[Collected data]
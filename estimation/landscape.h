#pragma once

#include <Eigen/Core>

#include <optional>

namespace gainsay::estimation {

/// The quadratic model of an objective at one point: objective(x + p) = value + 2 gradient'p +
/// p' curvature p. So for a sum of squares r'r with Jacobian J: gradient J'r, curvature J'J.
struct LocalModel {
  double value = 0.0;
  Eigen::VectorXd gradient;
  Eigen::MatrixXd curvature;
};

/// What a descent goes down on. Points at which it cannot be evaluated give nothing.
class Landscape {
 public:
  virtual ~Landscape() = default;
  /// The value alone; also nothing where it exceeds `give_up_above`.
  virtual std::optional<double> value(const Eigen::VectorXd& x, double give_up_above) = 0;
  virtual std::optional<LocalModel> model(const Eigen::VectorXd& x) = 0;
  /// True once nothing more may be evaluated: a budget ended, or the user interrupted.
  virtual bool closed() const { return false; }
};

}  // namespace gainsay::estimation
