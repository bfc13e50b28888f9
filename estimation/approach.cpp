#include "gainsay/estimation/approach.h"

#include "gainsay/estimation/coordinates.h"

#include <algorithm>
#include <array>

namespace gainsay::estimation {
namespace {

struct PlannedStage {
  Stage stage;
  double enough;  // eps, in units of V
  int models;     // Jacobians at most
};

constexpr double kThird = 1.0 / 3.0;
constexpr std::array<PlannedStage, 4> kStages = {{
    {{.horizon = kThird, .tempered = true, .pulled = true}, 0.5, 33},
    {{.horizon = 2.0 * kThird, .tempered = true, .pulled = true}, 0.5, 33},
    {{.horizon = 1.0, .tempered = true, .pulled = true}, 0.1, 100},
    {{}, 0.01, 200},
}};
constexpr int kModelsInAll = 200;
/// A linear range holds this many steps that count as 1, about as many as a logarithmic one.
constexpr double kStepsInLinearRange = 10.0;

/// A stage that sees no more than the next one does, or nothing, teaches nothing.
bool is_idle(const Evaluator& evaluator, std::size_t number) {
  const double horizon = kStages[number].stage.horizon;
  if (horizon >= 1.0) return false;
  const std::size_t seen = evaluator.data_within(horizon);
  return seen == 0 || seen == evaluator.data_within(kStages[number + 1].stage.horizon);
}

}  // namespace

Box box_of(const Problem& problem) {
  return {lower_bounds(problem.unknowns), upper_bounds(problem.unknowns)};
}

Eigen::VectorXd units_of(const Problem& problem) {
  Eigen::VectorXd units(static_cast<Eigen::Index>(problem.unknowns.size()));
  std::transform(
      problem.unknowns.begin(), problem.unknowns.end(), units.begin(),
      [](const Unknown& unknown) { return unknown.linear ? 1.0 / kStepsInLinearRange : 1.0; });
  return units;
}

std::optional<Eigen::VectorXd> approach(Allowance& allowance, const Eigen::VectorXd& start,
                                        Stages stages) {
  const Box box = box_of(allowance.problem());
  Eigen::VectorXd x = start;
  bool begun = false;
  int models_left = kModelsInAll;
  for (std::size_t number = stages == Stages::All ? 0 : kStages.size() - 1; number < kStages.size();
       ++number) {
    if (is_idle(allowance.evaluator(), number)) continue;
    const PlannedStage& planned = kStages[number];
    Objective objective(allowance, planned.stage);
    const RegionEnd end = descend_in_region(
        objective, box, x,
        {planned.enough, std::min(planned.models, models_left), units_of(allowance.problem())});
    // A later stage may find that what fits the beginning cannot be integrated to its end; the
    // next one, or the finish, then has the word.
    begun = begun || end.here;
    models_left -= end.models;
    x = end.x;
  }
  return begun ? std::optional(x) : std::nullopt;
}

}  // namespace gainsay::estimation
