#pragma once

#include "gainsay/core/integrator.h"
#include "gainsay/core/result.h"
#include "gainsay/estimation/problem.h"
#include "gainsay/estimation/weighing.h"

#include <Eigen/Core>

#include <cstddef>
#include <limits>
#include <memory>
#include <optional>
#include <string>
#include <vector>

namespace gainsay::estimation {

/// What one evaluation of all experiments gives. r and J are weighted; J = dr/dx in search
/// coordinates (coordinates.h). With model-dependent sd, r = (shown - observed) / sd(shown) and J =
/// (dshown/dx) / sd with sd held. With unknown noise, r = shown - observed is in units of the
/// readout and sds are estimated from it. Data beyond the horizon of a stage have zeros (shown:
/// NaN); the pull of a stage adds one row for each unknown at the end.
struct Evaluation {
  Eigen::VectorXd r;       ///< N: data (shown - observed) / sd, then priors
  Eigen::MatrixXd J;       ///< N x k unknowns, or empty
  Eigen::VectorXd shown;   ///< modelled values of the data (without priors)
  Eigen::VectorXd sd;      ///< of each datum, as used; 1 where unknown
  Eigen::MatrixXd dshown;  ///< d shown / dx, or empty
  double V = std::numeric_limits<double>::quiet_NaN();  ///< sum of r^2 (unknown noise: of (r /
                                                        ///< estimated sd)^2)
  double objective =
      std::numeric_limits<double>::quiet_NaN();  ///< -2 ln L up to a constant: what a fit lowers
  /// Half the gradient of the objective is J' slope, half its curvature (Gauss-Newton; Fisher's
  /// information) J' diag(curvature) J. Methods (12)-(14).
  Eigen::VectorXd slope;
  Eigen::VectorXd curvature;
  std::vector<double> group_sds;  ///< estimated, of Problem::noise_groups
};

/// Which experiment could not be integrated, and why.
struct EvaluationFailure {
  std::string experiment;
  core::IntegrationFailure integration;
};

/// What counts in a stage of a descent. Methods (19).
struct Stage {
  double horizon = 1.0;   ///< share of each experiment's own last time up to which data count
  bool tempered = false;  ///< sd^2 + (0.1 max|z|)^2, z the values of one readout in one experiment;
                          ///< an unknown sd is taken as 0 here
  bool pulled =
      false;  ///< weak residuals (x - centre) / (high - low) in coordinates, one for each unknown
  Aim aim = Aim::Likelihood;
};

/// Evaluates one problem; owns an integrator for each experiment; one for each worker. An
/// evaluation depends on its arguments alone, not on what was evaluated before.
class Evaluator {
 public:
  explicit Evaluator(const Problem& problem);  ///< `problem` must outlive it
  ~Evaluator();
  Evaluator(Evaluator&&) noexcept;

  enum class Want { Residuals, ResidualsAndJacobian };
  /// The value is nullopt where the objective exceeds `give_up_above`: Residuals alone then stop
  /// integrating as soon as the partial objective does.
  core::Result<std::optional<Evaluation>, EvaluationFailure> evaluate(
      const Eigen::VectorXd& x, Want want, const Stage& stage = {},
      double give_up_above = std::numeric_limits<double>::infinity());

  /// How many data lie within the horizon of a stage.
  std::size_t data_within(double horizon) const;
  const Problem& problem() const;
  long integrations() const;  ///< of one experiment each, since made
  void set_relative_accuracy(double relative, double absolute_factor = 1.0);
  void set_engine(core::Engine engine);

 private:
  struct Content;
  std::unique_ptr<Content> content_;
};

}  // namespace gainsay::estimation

Task instructions →
Quote exactly the stretch of lines above that starts at the first one and ends at the line with "2 gradient'p +", and nothing beyond it.

Response below →
filename estimation/landscape.h
#pragma once

#include <Eigen/Core>

#include <optional>

namespace gainsay::estimation {

/// The quadratic model of an objective at one point: objective(x + p) = value + 2 gradient'p +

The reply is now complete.